Amazon Glue Spark shuffle plugin with Amazon S3 - Amazon Glue
Services or capabilities described in Amazon Web Services documentation might vary by Region. To see the differences applicable to the China Regions, see Getting Started with Amazon Web Services in China.

Amazon Glue Spark shuffle plugin with Amazon S3

Shuffling is an important step in a Spark job whenever data is rearranged between partitions. This is required because wide transformations such as join, groupByKey, reduceByKey, and repartition require information from other partitions to complete processing. Spark gathers the required data from each partition and combines it into a new partition. During a shuffle, data is written to disk and transferred across the network. As a result, the shuffle operation is bound to local disk capacity. Spark throws a No space left on device or MetadataFetchFailedException error when there is not enough disk space left on the executor and there is no recovery.

Solution

With Amazon Glue, you can now use Amazon S3 to store Spark shuffle data. Amazon S3 is an object storage service that offers industry-leading scalability, data availability, security, and performance. This solution disaggregates compute and storage for your Spark jobs, and gives complete elasticity and low-cost shuffle storage, allowing you to run your most shuffle-intensive workloads reliably.
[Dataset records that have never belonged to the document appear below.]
def column_gate(col, change, edges, late: bool) -> str:
    """A switch's gate as a ``PWL`` source from its ``simulate`` column ``col`` (0/1 per
    sample): at each edge (sample index ``change``, time ``edges``) off at once (one
    STAGGER later if ``late``: Q4 at the release), on one STAGGER later."""
    level = int(col[0])
    points = [(0.0, level)]
    for k, edge in zip(change, edges):
        new = int(col[k + 1])
        if new != level:
            at = edge + (STAGGER if new == 1 or late else 0.0)
            points += [(at, level), (at + EDGE, new)]
            level = new
    return "PWL(" + " ".join(f"{a!r} {b}" for a, b in points) + ")"


@pytest.mark.parametrize("kind, fraction", [("linear", 0.0), ("linear", 0.3), ("curve", 0.0)],
                         ids=["slow-hold", "mixed-hold", "curve-slow-hold"])
def test_simulated_switch_columns_drive_the_element_level_bridge(tmp_path, kind, fraction):
    """`coildrive simulate`'s per-switch columns of a bridge, played into the gates of the
    element-level netlist (each switch's edges; a switch that turns on waits STAGGER after
    the one that turns off, a dead time in which a body diode carries the current; Q4
    opens STAGGER after Q1): the current at the end of the peak and at the final
    turn-off, the time to zero, and the coil voltage in a slow and in a fast decay (with
    mixed decay also in a fast part of the hold), against the CSV (ngspice, 1 %)."""
    from conftest import BOARDS, EXAMPLES, run_cli
    board = tmp_path / "bridge.toml"
    board.write_text((BOARDS / "bridge-m32-fast.toml").read_text().replace(
        'on_resistance = "40 mohm"', f'on_resistance = "{R_SW * 1e3:g} mohm"'))
    drive = tmp_path / "drive.toml"
    text = (EXAMPLES / "dosing-valve-bridge-24v.toml").read_text()
    table = ", ".join(f'"{x * 1e3:.9f} mWb"' for x in _psi(CURVE_I))
    coil = (f'inductance = "{L_COIL * 1e3:g} mH"' if kind == "linear" else
            f"flux_current = {CURVE_I}\nflux_linkage = [{table}]")
    for old, new in (('board = "bridge-m32-fast"', f'board = "{board}"'),
                     ('resistance = "24 ohm"', f'resistance = "{R_COIL:g} ohm"'),
                     ('inductance = "70 mH"', coil)):
        assert old in text
        text = text.replace(old, new)
    if fraction:
        text = text.replace('frequency = "20 kHz"\n', f'frequency = "20 kHz"\nfast_fraction = {fraction}\n')
    drive.write_text(text)
    csv = tmp_path / "act.csv"
    r = run_cli("simulate", str(drive), "--supply", f"{V_SUP:g}", "--coil-temp", "20", "--hold-time", "1 ms",
                "--csv", str(csv))
    assert r.returncode == 0, r.stderr
    w = np.genfromtxt(csv, delimiter=",", names=True)
    t, on = w["time_s"], w["switch_on"]
    names = ("high_a", "low_a", "high_b", "low_b")
    change = np.nonzero(np.any([np.diff(w[f"{n}_on"]) for n in names], axis=0))[0]
    # an edge sits on the last sample of the part it ends, but on the first of an on-time
    edges = [float(t[k + 1] if on[k + 1] == 1 else t[k]) for k in change]
    gates = {q: column_gate(w[f"{name}_on"], change, edges, name == "low_b")
             for q, name in enumerate(names, start=1)}
    t_peak, t_off = edges[0], edges[-1]
    t_zero = float(t[-1]) - t_off
    k_slow = change[-3]          # the middle of the last off-time of the hold
    t_slow = 0.5 * (edges[-3] + edges[-2])
    t_fast = t_off + 0.5 * t_zero
    step = 2e-7
    measures = ["let vcoil = v(n2) - v(b)", "let vq1 = v(bus) - v(a)",
                f"meas tran ipeak FIND i(VM) AT={t_peak!r}", f"meas tran ioff FIND i(VM) AT={t_off!r}",
                "meas tran tzero WHEN i(VM)=1e-6 FALL=1",
                f"meas tran vslow FIND vcoil AT={t_slow!r}", f"meas tran vfast FIND vcoil AT={t_fast!r}",
                f"meas tran vq1fast FIND vq1 AT={t_fast!r}"]
    t_hold_fast = 0.5 * (edges[-4] + edges[-3])   # with mixed decay: the last fast part of the hold
    if fraction:
        measures.append(f"meas tran vhfast FIND vcoil AT={t_hold_fast!r}")
    res = run(tmp_path, "bridge-phases", _coil_netlist(_netlist(
        "bridge-phases", gates, t_off + 1.2 * t_zero, step, measures, inline=True), COILS[kind]))

    def model(col, at):
        return float(np.interp(at, t, w[col]))
    assert on[k_slow + 1] == 0
    # ngspice: the currents within 1 %, the time to zero within 1 % plus a step
    assert res["ipeak"] == pytest.approx(model("current_a", t_peak), rel=0.01)
    assert res["ioff"] == pytest.approx(model("current_a", t_off), rel=0.01)
    assert abs(res["tzero"] - t_off - t_zero) <= 0.01 * t_zero + step, (res["tzero"] - t_off, t_zero)
    # ngspice: the coil voltage in the slow decay (-(2 R_sw + R_sense) i) and in the fast one
    # (-(V_bus + 2 V_d + R_sense i)), and Q1's voltage in the fast one, within 1 %
    assert res["vslow"] == pytest.approx(model("coil_voltage_v", t_slow), rel=0.01)
    assert res["vfast"] == pytest.approx(model("coil_voltage_v", t_fast), rel=0.01)
    assert res["vq1fast"] == pytest.approx(model("switch_voltage_v", t_fast), rel=0.01)
    if fraction:
        assert w["low_a_on"][change[-4] + 1] == 0 and w["low_a_on"][change[-3] + 1] == 1
        assert res["vhfast"] == pytest.approx(model("coil_voltage_v", t_hold_fast), rel=0.01)
def _mixed_gates(t_on, t_fast, period):
    """Gates of a mixed-decay hold from t = 0: Q1 + Q4 on for ``t_on``, all off for ``t_fast``
    (Q4 opens ``STAGGER`` after Q1), then Q2 + Q4 on (Q4 closes ``STAGGER`` after Q2) until
    Q2 opens two edges before the next period's on-time (its body diode carries the dead
    time)."""
    def pulse(start, width):
        return f"PULSE(0 1 {start!r} {EDGE} {EDGE} {width - EDGE!r} {period!r})"
    slow = period - t_on - t_fast - 2 * EDGE
    # with no slow part Q4 closes STAGGER before the next on-time instead (Q1 alone drives
    # nothing): the current has died in the fast part by then (the DCM case below)
    q4_open = t_fast - EDGE if slow > EDGE else t_fast - 2 * STAGGER - EDGE
    return {1: pulse(0.0, t_on), 2: pulse(t_on + t_fast, slow) if slow > EDGE else "DC 0",
            3: "DC 0",
            4: f"PULSE(1 0 {t_on + STAGGER!r} {EDGE} {EDGE} {q4_open!r} {period!r})"}
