# --------------------------------------------------------------------------- budget
#: Worst cycles of each handler on an ATmega328P (avr-gcc 5.4 -Os, simavr, Timer1 at
#: clk/1), over the drive shapes of tests/test_driver_simavr.py (every bundled example
#: and both current-mode controls, the bridge example's regulated holds too) running a
#: script through every path (the top of the duty table, each fault, the seat), with hooks
#: that store a byte. An 8-bit core is the
#: slow case: a 32-bit core runs the same C in fewer cycles (common practice), so the
#: shares printed are an upper bound there. The test measures again and fails if a
#: figure exceeds its bound or falls 10 % below it. ``adc_isr_closed_loop`` is the ADC
#: handler of a closed-loop hold (the PI step's 32-bit multiplies through the libgcc
#: routines of an 8-bit core), over the closed-loop example's script; ``adc_isr_bridge`` is
#: a full bridge's (the phase masks set at each switch-on), over the bridge example's and
#: the same with a moving armature (its dip detector: the worst);
#: ``adc_isr_boost`` a boosted peak's (the threshold, the boost switch and the ON and
#: PEAK_END events sent from the handler), over the boost example's with its time-out;
#: ``adc_isr_mixed`` a mixed-decay bridge's (the fast part's end, a 32-bit multiply, with
#: each new compare), over the bridge example with ``fast_fraction = 0.3``;
#: ``adc_isr_boost_closed_loop`` a closed loop's after a boosted peak (the threshold's
#: conversion: the boost off, PEAK_END, the preload and the first PI step), over the boost
#: example with ``regulation = "closed_loop"``. A current-mode hold after the boost stays
#: within ``adc_isr_boost`` (402: the comparator armed in the threshold's conversion).
#: ``adc_isr_closed_loop_mixed`` a closed loop with a bridge's mixed decay (the PI step, then
#: the fast part's end of its new compare), over the bridge example with a closed loop and
#: ``fast_fraction = 0.3``.
HANDLER_CYCLES = {"adc_isr": 340, "pwm_isr": 11, "tick": 692, "threshold_isr": 145,
                  "adc_isr_closed_loop": 602, "adc_isr_bridge": 371, "adc_isr_boost": 404, "adc_isr_mixed": 452,
                  "adc_isr_boost_closed_loop": 649, "adc_isr_closed_loop_mixed": 710}
#: Worst-case cycle bounds of each handler on Cortex-M cores, over the same drive shapes
#: and script (tests/test_driver_qemu.py): arm-none-eabi-gcc 12.2 -Os builds run under
#: QEMU 7.2 (mps2-an385: Cortex-M3, and the ARMv6-M code of the M0+; mps2-an386:
#: Cortex-M4) with an execution trace, every instruction executed charged its worst
#: cycles in the core's instruction timing table (Arm's Technical Reference Manuals, from
#: memory), zero flash wait states; ``threshold_isr`` is the worse of the threshold and the
#: off-timer handlers. QEMU counts instructions, not cycles: CORTEX_INSTRUCTIONS are the
#: instructions executed on those worst paths. The test measures again and fails if a
#: figure exceeds its bound or all fall 10 % below it.
CORTEX_CYCLES = {
    "cortex-m0plus": {"adc_isr": 324, "pwm_isr": 13, "tick": 525, "threshold_isr": 124,
                      "adc_isr_closed_loop": 312, "adc_isr_bridge": 349, "adc_isr_boost": 362,
                      "adc_isr_mixed": 368, "adc_isr_boost_closed_loop": 356, "adc_isr_closed_loop_mixed": 362},
    "cortex-m3": {"adc_isr": 305, "pwm_isr": 8, "tick": 509, "threshold_isr": 103,
                  "adc_isr_closed_loop": 309, "adc_isr_bridge": 328, "adc_isr_boost": 327,
                  "adc_isr_mixed": 346, "adc_isr_boost_closed_loop": 333, "adc_isr_closed_loop_mixed": 348},
    "cortex-m4": {"adc_isr": 305, "pwm_isr": 8, "tick": 509, "threshold_isr": 103,
                  "adc_isr_closed_loop": 309, "adc_isr_bridge": 327, "adc_isr_boost": 327,
                  "adc_isr_mixed": 346, "adc_isr_boost_closed_loop": 333, "adc_isr_closed_loop_mixed": 348},
}
CORTEX_INSTRUCTIONS = {
    "cortex-m0plus": {"adc_isr": 176, "pwm_isr": 4, "tick": 373, "threshold_isr": 67,
                      "adc_isr_closed_loop": 167, "adc_isr_bridge": 195, "adc_isr_boost": 195,
                      "adc_isr_mixed": 203, "adc_isr_boost_closed_loop": 188, "adc_isr_closed_loop_mixed": 196},
    "cortex-m3": {"adc_isr": 147, "pwm_isr": 2, "tick": 305, "threshold_isr": 54,
                  "adc_isr_closed_loop": 149, "adc_isr_bridge": 160, "adc_isr_boost": 159,
                  "adc_isr_mixed": 170, "adc_isr_boost_closed_loop": 159, "adc_isr_closed_loop_mixed": 171},
    "cortex-m4": {"adc_isr": 147, "pwm_isr": 2, "tick": 305, "threshold_isr": 54,
                  "adc_isr_closed_loop": 149, "adc_isr_bridge": 159, "adc_isr_boost": 159,
                  "adc_isr_mixed": 170, "adc_isr_boost_closed_loop": 159, "adc_isr_closed_loop_mixed": 171},
}
#: How each core's figures were had, for the printed timing line.
_CYCLE_SOURCES = {
    "": "worst cycles measured on an 8-bit AVR, an upper bound for a 32-bit core",
    "avr": "worst cycles measured on an 8-bit AVR (simavr)",
    **{core: f"worst-case cycles of a {core.replace('plus', '+').replace('cortex-m', 'Cortex-M')} from the "
             "instructions QEMU executed, zero flash wait states" for core in CORTEX_CYCLES},
}
#: The driver's static state (bytes): the largest .bss over those shapes, from
#: avr-gcc 5.4 (ATmega328P) and arm-none-eabi-gcc 12.2 (Cortex-M0+ and M4 alike).
_STATE_BYTES = {"avr": 42, "arm": 47}
#: Code bytes at -Os: the largest .text over those shapes (the AVR's: the bridge with a moving
#: armature, 1,654 B), rounded up to 50 bytes
#: (Cortex-M0+, larger than the M4 build).
_CODE_BYTES = {"avr": 1700, "arm": 1300}
#: The same for a closed-loop hold's driver (the PI step in place of the table lookup;
#: its own bound so that the other holds' figures stay as measured; the largest: after a
#: boosted peak, 1,842 B on the AVR and 1,292 B on a Cortex-M0+; on a bridge with mixed
#: decay 1,706 B on the AVR).
_CLOSED_LOOP_CODE_BYTES = {"avr": 1850, "arm": 1300}
WARN_SHARE = 0.5
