def test_design_cycle_against_solve_ivp(cycled):
    # The design's orbit at its hottest heating point against scipy solve_ivp of the same
    # first-order model with the actuation's copper heat at each temperature
    # (coildrive's circuit physics as the input, the integration independent)
    drive = cycled.drive
    t = cycled.thermal_cycle
    energies, amb = hottest_point_energies(cycled)
    cyc, th = drive.duty, drive.thermal

    def power(temp):
        return float(sum(np.asarray(e)[0] for e in energies(np.array([temp])))) / cyc.on_time
    # start where the model says the orbit is and run 60 cycles (0.75 tau): an orbit that
    # is not periodic would drift; then check the end of the on-time and of the off-time
    hot, cool = ivp_cycles(power, amb, t.cycle["coolest_c"], drive, 60)
    assert hot == pytest.approx(t.cycle["hottest_c"], abs=2e-3), "scipy solve_ivp, 60 cycles"
    assert cool == pytest.approx(t.cycle["coolest_c"], abs=2e-3), "scipy solve_ivp, 60 cycles"


def hottest_point(d):
    """The heating point of the design ``d`` where its cycle is hottest: ``(point, duty,
    frequency Hz, ambient degC)``, ``point`` the loop's supply, tolerance factors (arrays
    of one) and other ``factors``."""
    from coildrive.design.regulation import solve_hold
    from coildrive.design.timer import solve_timer
    drive = d.drive
    b = drive.board
    timer = solve_timer(b.timer.clock, b.timer.bits, b.timer.prescaler_max, drive.hold.frequency,
                        drive.hold.frequency_tolerance, b.timer.prescalers)
    plan = solve_hold(drive, timer, d.pull_in.longest_peak_s)   # the longest real peak heats
    heat = plan.heat
    k = next(i for i in range(len(heat.supply)) if heat.label(i) == d.thermal_cycle.cycle["corner"])
    tk = heat.tol.take([k])
    point = dict(supply=heat.supply[k:k + 1], r_factor=tk.r_factor, l_factor=tk.l_factor,
                 factors={"diode_factor": tk.diode_factor, "fast_factor": tk.fast_factor,
                          "sense_factor": tk.sense_factor})
    return point, plan.heat_compare[k:k + 1] / timer.period_ticks, timer.frequency_hz, float(heat.ambient[k])


def hottest_point_energies(d):
    """``(on_energies function, ambient degC)`` at the heating point of the design ``d``
    where its cycle is hottest: the actuation's copper heat as the design computes it."""
    p, duty, f, amb = hottest_point(d)
    energies = on_energies(d.drive, p["supply"], p["r_factor"], p["l_factor"], duty, f, p["factors"],
                           d.pull_in.longest_peak_s)   # the longest real peak heats
    return energies, amb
We are introducing a new Cloud Shuffle Storage Plugin for Apache Spark to use Amazon S3. You can turn on Amazon S3 shuffling to run your Amazon Glue jobs reliably without failures if they are known to be bound by the local disk capacity for large shuffle operations. In some cases, shuffling to Amazon S3 is marginally slower than local disk (or EBS) if you have a large number of small partitions or shuffle files written out to Amazon S3.

Using Amazon Glue Spark shuffle manager from the Amazon console

To set up the Amazon Glue Spark shuffle manager using the Amazon Glue console or Amazon Glue Studio when configuring a job: choose the --write-shuffle-files-to-s3 job parameter to turn on Amazon S3 shuffling for the job.

Using Amazon Glue Spark shuffle plugin

The following job parameters turn on and tune the Amazon Glue shuffle manager.

  • --write-shuffle-files-to-s3 — The main flag, which when true enables the Amazon Glue Spark shuffle manager to use Amazon S3 buckets for writing and reading shuffle data. When false, or not specified the shuffle manager is not used.

  • --write-shuffle-spills-to-s3 — (Supported only on Amazon Glue version 2.0). An optional flag that when true allows you to offload spill files to Amazon S3 buckets, which provides additional resiliency to your Spark job. This is only required for large workloads that spill a lot of data to disk. When false, no intermediate spill files are written. This flag is disabled by default.

  • --conf spark.shuffle.glue.s3ShuffleBucket=s3://<shuffle-bucket> — Another optional flag that specifies the Amazon S3 bucket where you write the shuffle files. By default, --TempDir/shuffle-data.

Amazon Glue supports all other shuffle related configurations provided by Spark.

Software binaries for the Cloud Shuffle Storage plugin

You can also download the software binaries of the Cloud Shuffle Storage Plugin for Apache Spark under the Apache 2.0 license and run it on any Spark environment. The new plugin comes with out-of-the box support for Amazon S3, and can also be easily configured to use other forms of cloud storage such as Google Cloud Storage and Microsoft Azure Blob Storage. For more information, see Cloud Shuffle Storage Plugin for Apache Spark.

Notes and limitations

The following are notes or limitations for the Amazon Glue shuffle manager:

  • Make sure the location of the shuffle bucket is in the same Amazon Region in which the job runs.

  • Set the Amazon S3 storage lifecycle policies on the prefix as the shuffle manager does not clean the files after the job is done.

  • You can use this feature if your data is skewed.